===== Supplied material

with C(t) from :mod:`tracker.kinetics.pk` (iv bolus or oral first-order
absorption, single or repeat dosing).  Beside it, the rapid-equilibrium curve
theta_rapid = C/(C + KD), what PK alone predicts.  Residence time prolongs
engagement only when koff < ke (Dahl & Akerud 2013, Drug Discov Today
18:697-707; Tonge 2018, ACS Chem Neurosci 9:29-39); after clearance theta
decays with koff.

Numerical method (vectorised over compounds; arrays (n_compounds, n_steps))
--------------------------------------------------------------------------
The ODE is linear in theta.  Write theta = theta_q + w with theta_q = C/(C+KD)
and use the "binding clock" sigma = integral of k = kon C + koff:

    dw/dsigma = -w + g,   g = -theta_q'/k = -KD C'/(kon (C + KD)^3)

Over each step the clock increment is Simpson's rule on k, and g is taken as
the quadratic through its values at the step's start, middle and end
(placed at their own clock times).  The step is then integrated EXACTLY:
w1 = w0 e^-Dsigma + Dsigma sum_j a_j psi_j(Dsigma), psi_j(z) = int_0^1 x^j
e^{-z(1-x)} dx.  This is an exponential integrator: exact for constant C
(where it reduces to the piecewise-constant-C solution) and, unlike the plain
midpoint-C version, it keeps theta on theta_q when binding is fast
(Dsigma >> 1), so rapid binders are not lagged by half a step.  The time grid
is per compound: log-spaced from a tiny time to the absorption/PK scale, then
uniform to a horizon where the remaining exposure can no longer move theta
(integral of kon C < 1e-9); beyond it theta decays as exp(-koff t) exactly.
Threshold crossings, peaks and troughs are refined inside their step with the
same within-step solution (Chandrupatla root finding), so onset and offset
are not limited by the grid.  Accuracy against scipy solve_ivp (rtol 1e-11):
see tests/kinetics/test_engagement*.py and benchmarks/bench_simulation.py.

Public API
----------
``engagement_metrics(kon, koff, route, cmax, tmax, half_life, threshold=0.3, dosing_interval=None, n_doses=1, metrics=None)``
    -> :class:`EngagementMetrics` of arrays (one entry per compound); ``metrics``
    names a subset to compute (the rest NaN).  Route
    ``"oral"`` or ``"iv"`` (for iv, ``cmax`` is the free concentration at
    t = 0 and ``tmax`` is ignored).  ``cmax`` is the single-dose free Cmax.
``engagement_timeseries(kon, koff, route, cmax, tmax, half_life, dosing_interval=None, n_doses=1, t_end=None, max_points=2000)``
    -> dict of 1-d arrays ``t_s``, ``conc_M``, ``occupancy``,
    ``occupancy_rapid`` for one compound, for charting.

Metrics (NaN where undefined; times in s from the first dose):

* ``onset_s``: first time theta >= threshold.  ``offset_s``: last time.
* ``duration_above_threshold_s``: total time above (gaps between doses excluded).
* ``peak_occupancy`` / ``peak_time_s``.
* ``trough_occupancy``: steady-state trough, the minimum of theta over one
  dosing interval of the periodic steady state (exact fixed point of the
  interval map); NaN without a dosing interval.
* ``pd_half_life_s``: after theta falls below threshold for the last time,
  the time it takes to halve (threshold -> threshold/2).  It tends to
  ln2 x RT when PK is much faster than dissociation.
  ``terminal_half_life_s``: ln2/min(koff, terminal PK rate), the asymptote.
* ``rapid_onset_s``, ``rapid_offset_s``, ``rapid_peak_occupancy``: the same
  for theta_rapid.
* ``steady_peak_occupancy``, ``steady_time_above_s``: the highest occupancy
  and the time above threshold within one dosing interval of the periodic
  steady state; ``steady_offset_s``: after the last dose of a regimen at
  steady state, the last time above threshold (from that dose).  NaN
  without a dosing interval.

Target turnover (``target_half_life``, ``bound_degradation_factor``; see
:func:`turnover_rates`): free and bound target as fractions of the drug-free
level, synthesis at kdeg, free target degraded at kdeg and bound target at
f kdeg.  With f = 1 the total stays 1 and the model is the one above with
koff + kdeg in place of koff (same integrator); f != 1 uses the two-state
exponential integrator of :mod:`tracker.kinetics.turnover`.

==========

### Required action
Return all of the above records exactly, leaving no line out.

### Answer box
with C(t) from :mod:`tracker.kinetics.pk` (iv bolus or oral first-order
absorption, single or repeat dosing).  Beside it, the rapid-equilibrium curve
theta_rapid = C/(C + KD), what PK alone predicts.  Residence time prolongs
engagement only when koff < ke (Dahl & Akerud 2013, Drug Discov Today
18:697-707; Tonge 2018, ACS Chem Neurosci 9:29-39); after clearance theta
decays with koff.

Numerical method (vectorised over compounds; arrays (n_compounds, n_steps))
--------------------------------------------------------------------------
The ODE is linear in theta.  Write theta = theta_q + w with theta_q = C/(C+KD)
and use the "binding clock" sigma = integral of k = kon C + koff:

    dw/dsigma = -w + g,   g = -theta_q'/k = -KD C'/(kon (C + KD)^3)

Over each step the clock increment is Simpson's rule on k, and g is taken as
the quadratic through its values at the step's start, middle and end
(placed at their own clock times).  The step is then integrated EXACTLY:
w1 = w0 e^-Dsigma + Dsigma sum_j a_j psi_j(Dsigma), psi_j(z) = int_0^1 x^j
e^{-z(1-x)} dx.  This is an exponential integrator: exact for constant C
(where it reduces to the piecewise-constant-C solution) and, unlike the plain
midpoint-C version, it keeps theta on theta_q when binding is fast
(Dsigma >> 1), so rapid binders are not lagged by half a step.  The time grid
is per compound: log-spaced from a tiny time to the absorption/PK scale, then
uniform to a horizon where the remaining exposure can no longer move theta
(integral of kon C < 1e-9); beyond it theta decays as exp(-koff t) exactly.
Threshold crossings, peaks and troughs are refined inside their step with the
same within-step solution (Chandrupatla root finding), so onset and offset
are not limited by the grid.  Accuracy against scipy solve_ivp (rtol 1e-11):
see tests/kinetics/test_engagement*.py and benchmarks/bench_simulation.py.

Public API
----------
``engagement_metrics(kon, koff, route, cmax, tmax, half_life, threshold=0.3, dosing_interval=None, n_doses=1, metrics=None)``
    -> :class:`EngagementMetrics` of arrays (one entry per compound); ``metrics``
    names a subset to compute (the rest NaN).  Route
    ``"oral"`` or ``"iv"`` (for iv, ``cmax`` is the free concentration at
    t = 0 and ``tmax`` is ignored).  ``cmax`` is the single-dose free Cmax.
``engagement_timeseries(kon, koff, route, cmax, tmax, half_life, dosing_interval=None, n_doses=1, t_end=None, max_points=2000)``
    -> dict of 1-d arrays ``t_s``, ``conc_M``, ``occupancy``,
    ``occupancy_rapid`` for one compound, for charting.

Metrics (NaN where undefined; times in s from the first dose):

* ``onset_s``: first time theta >= threshold.  ``offset_s``: last time.
* ``duration_above_threshold_s``: total time above (gaps between doses excluded).
* ``peak_occupancy`` / ``peak_time_s``.
* ``trough_occupancy``: steady-state trough, the minimum of theta over one
  dosing interval of the periodic steady state (exact fixed point of the
  interval map); NaN without a dosing interval.
* ``pd_half_life_s``: after theta falls below threshold for the last time,
  the time it takes to halve (threshold -> threshold/2).  It tends to
  ln2 x RT when PK is much faster than dissociation.
  ``terminal_half_life_s``: ln2/min(koff, terminal PK rate), the asymptote.
* ``rapid_onset_s``, ``rapid_offset_s``, ``rapid_peak_occupancy``: the same
  for theta_rapid.
* ``steady_peak_occupancy``, ``steady_time_above_s``: the highest occupancy
  and the time above threshold within one dosing interval of the periodic
  steady state; ``steady_offset_s``: after the last dose of a regimen at
  steady state, the last time above threshold (from that dose).  NaN
  without a dosing interval.

Target turnover (``target_half_life``, ``bound_degradation_factor``; see
:func:`turnover_rates`): free and bound target as fractions of the drug-free
level, synthesis at kdeg, free target degraded at kdeg and bound target at
f kdeg.  With f = 1 the total stays 1 and the model is the one above with
koff + kdeg in place of koff (same integrator); f != 1 uses the two-state
exponential integrator of :mod:`tracker.kinetics.turnover`.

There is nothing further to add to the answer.